I would like each line of the data that holds the word "needed" copied out.

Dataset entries
********************
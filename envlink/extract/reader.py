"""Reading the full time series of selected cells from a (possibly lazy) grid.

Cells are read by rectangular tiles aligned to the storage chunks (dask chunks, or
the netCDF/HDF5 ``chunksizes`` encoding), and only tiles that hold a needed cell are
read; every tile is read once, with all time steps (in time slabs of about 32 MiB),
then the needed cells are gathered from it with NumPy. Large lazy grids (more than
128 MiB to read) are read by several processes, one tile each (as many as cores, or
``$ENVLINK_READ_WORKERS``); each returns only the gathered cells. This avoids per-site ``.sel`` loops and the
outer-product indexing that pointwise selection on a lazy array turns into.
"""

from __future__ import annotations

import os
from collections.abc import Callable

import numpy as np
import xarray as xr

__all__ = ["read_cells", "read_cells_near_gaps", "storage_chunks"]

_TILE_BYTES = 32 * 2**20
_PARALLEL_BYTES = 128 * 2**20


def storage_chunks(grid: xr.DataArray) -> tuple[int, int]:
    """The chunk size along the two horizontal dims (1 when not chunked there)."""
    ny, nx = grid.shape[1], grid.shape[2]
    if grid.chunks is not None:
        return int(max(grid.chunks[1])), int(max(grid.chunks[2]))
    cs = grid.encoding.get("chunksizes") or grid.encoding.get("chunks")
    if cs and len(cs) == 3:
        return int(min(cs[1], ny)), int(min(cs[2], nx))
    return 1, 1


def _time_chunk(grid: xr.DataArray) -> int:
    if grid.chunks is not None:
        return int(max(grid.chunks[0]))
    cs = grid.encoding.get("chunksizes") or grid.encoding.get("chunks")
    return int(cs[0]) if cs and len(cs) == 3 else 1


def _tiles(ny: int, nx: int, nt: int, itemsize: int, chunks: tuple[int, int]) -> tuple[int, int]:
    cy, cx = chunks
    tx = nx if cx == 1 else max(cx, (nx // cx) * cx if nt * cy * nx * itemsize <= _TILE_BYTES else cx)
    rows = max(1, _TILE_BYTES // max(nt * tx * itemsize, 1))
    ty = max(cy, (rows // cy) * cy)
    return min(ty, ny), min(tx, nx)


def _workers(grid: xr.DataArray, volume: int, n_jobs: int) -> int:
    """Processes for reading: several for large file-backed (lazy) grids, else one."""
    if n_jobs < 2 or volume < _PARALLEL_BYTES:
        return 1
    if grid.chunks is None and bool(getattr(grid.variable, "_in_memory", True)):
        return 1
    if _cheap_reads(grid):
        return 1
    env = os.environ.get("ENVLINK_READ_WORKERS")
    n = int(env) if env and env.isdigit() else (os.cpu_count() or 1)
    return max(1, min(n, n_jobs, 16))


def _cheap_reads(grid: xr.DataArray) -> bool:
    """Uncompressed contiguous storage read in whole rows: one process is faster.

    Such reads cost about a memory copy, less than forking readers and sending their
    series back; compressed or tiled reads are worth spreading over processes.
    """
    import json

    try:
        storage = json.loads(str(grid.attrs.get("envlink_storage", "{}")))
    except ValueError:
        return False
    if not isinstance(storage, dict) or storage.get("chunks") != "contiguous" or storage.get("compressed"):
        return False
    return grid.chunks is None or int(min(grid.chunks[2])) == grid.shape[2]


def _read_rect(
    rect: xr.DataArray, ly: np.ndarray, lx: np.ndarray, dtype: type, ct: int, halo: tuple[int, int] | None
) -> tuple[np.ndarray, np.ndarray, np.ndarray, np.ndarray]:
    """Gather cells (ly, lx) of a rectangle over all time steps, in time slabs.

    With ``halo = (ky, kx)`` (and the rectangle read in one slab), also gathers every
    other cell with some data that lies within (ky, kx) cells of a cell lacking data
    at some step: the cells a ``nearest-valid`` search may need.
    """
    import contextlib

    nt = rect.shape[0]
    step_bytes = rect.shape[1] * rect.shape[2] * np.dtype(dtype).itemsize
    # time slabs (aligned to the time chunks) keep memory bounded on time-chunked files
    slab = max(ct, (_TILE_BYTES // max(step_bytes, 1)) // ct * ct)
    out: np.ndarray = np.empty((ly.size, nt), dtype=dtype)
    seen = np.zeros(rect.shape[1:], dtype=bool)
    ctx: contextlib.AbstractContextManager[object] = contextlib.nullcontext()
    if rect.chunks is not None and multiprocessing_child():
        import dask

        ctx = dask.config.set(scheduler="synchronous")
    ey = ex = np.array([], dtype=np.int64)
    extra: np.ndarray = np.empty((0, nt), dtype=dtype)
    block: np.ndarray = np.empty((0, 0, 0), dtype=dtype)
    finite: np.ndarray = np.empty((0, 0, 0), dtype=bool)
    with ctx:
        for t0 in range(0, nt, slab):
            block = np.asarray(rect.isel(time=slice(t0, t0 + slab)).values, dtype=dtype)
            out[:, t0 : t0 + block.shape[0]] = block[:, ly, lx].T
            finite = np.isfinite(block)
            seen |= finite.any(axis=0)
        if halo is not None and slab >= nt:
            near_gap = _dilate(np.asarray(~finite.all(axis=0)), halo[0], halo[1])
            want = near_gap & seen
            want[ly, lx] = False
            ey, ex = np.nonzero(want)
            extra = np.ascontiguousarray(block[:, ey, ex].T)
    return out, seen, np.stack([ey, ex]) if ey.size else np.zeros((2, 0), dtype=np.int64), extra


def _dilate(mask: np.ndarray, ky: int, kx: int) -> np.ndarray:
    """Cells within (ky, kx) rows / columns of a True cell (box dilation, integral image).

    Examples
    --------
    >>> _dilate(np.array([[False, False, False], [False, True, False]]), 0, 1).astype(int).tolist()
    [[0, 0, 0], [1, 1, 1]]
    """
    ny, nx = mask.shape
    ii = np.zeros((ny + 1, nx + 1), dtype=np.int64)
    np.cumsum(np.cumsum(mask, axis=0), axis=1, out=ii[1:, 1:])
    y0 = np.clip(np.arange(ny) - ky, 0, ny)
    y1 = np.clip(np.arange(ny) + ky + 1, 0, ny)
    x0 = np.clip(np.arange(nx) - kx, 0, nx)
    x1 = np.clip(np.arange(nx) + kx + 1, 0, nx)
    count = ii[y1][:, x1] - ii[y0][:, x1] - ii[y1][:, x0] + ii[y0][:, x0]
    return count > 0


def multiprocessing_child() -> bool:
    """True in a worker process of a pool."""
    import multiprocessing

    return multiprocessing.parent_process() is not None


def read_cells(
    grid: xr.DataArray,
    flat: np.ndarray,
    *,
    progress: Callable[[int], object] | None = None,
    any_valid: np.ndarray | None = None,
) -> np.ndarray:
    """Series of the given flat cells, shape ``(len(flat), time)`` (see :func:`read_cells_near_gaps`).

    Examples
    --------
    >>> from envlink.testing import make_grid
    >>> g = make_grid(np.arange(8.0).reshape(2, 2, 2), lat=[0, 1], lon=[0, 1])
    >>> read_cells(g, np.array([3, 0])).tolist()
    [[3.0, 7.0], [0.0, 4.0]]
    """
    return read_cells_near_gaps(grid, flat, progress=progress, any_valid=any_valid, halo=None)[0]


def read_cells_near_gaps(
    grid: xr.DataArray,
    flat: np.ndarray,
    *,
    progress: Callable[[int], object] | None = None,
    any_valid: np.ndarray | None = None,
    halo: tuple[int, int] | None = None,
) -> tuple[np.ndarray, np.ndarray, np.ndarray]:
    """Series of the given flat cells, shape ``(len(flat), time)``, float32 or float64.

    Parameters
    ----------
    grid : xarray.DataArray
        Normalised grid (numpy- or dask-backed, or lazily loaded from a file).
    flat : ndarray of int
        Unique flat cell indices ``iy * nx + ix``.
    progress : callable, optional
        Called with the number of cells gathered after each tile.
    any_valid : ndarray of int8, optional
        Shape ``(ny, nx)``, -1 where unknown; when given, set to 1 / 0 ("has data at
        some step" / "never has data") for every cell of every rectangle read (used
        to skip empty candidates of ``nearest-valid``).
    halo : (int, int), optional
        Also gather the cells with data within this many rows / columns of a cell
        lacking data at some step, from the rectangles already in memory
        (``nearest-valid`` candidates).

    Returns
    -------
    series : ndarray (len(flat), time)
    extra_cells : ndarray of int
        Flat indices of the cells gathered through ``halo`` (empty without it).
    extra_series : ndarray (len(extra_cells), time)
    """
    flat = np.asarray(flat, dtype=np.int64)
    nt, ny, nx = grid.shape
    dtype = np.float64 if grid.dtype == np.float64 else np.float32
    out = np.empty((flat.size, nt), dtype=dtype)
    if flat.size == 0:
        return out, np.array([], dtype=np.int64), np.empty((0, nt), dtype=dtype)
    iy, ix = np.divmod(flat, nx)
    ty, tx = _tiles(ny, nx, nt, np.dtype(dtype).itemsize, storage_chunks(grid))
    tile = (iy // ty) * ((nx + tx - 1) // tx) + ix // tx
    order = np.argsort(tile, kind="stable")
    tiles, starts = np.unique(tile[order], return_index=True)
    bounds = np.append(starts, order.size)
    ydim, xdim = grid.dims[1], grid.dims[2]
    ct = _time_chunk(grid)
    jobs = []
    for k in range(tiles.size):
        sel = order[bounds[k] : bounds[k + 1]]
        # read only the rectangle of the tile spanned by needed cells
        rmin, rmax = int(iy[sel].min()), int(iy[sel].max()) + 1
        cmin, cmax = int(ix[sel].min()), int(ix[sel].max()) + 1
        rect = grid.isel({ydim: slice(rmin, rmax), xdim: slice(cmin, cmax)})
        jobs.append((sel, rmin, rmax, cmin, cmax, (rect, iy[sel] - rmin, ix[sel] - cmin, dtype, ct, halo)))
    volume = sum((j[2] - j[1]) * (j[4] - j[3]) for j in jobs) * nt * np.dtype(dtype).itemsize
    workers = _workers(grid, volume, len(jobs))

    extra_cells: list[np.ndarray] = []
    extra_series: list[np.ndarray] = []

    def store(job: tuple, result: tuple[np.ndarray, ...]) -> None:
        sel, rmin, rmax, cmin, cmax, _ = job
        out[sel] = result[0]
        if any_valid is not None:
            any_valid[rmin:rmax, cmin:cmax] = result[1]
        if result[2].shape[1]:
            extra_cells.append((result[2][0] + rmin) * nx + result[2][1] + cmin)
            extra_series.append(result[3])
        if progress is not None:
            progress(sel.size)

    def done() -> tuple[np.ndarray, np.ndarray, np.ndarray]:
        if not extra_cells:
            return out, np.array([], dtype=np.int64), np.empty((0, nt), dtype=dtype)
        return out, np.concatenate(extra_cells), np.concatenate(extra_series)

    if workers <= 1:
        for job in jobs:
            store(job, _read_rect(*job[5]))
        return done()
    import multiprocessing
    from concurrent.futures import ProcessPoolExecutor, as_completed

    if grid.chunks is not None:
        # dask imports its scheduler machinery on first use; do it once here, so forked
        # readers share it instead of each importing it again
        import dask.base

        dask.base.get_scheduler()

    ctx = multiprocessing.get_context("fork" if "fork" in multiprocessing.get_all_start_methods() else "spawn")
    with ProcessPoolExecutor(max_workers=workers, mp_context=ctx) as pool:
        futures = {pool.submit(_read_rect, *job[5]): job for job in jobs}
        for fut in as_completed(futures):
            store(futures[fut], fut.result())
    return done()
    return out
********************
| Result for this exercise |
the netCDF/HDF5 ``chunksizes`` encoding), and only tiles that hold a needed cell are
then the needed cells are gathered from it with NumPy. Large lazy grids (more than
        # read only the rectangle of the tile spanned by needed cells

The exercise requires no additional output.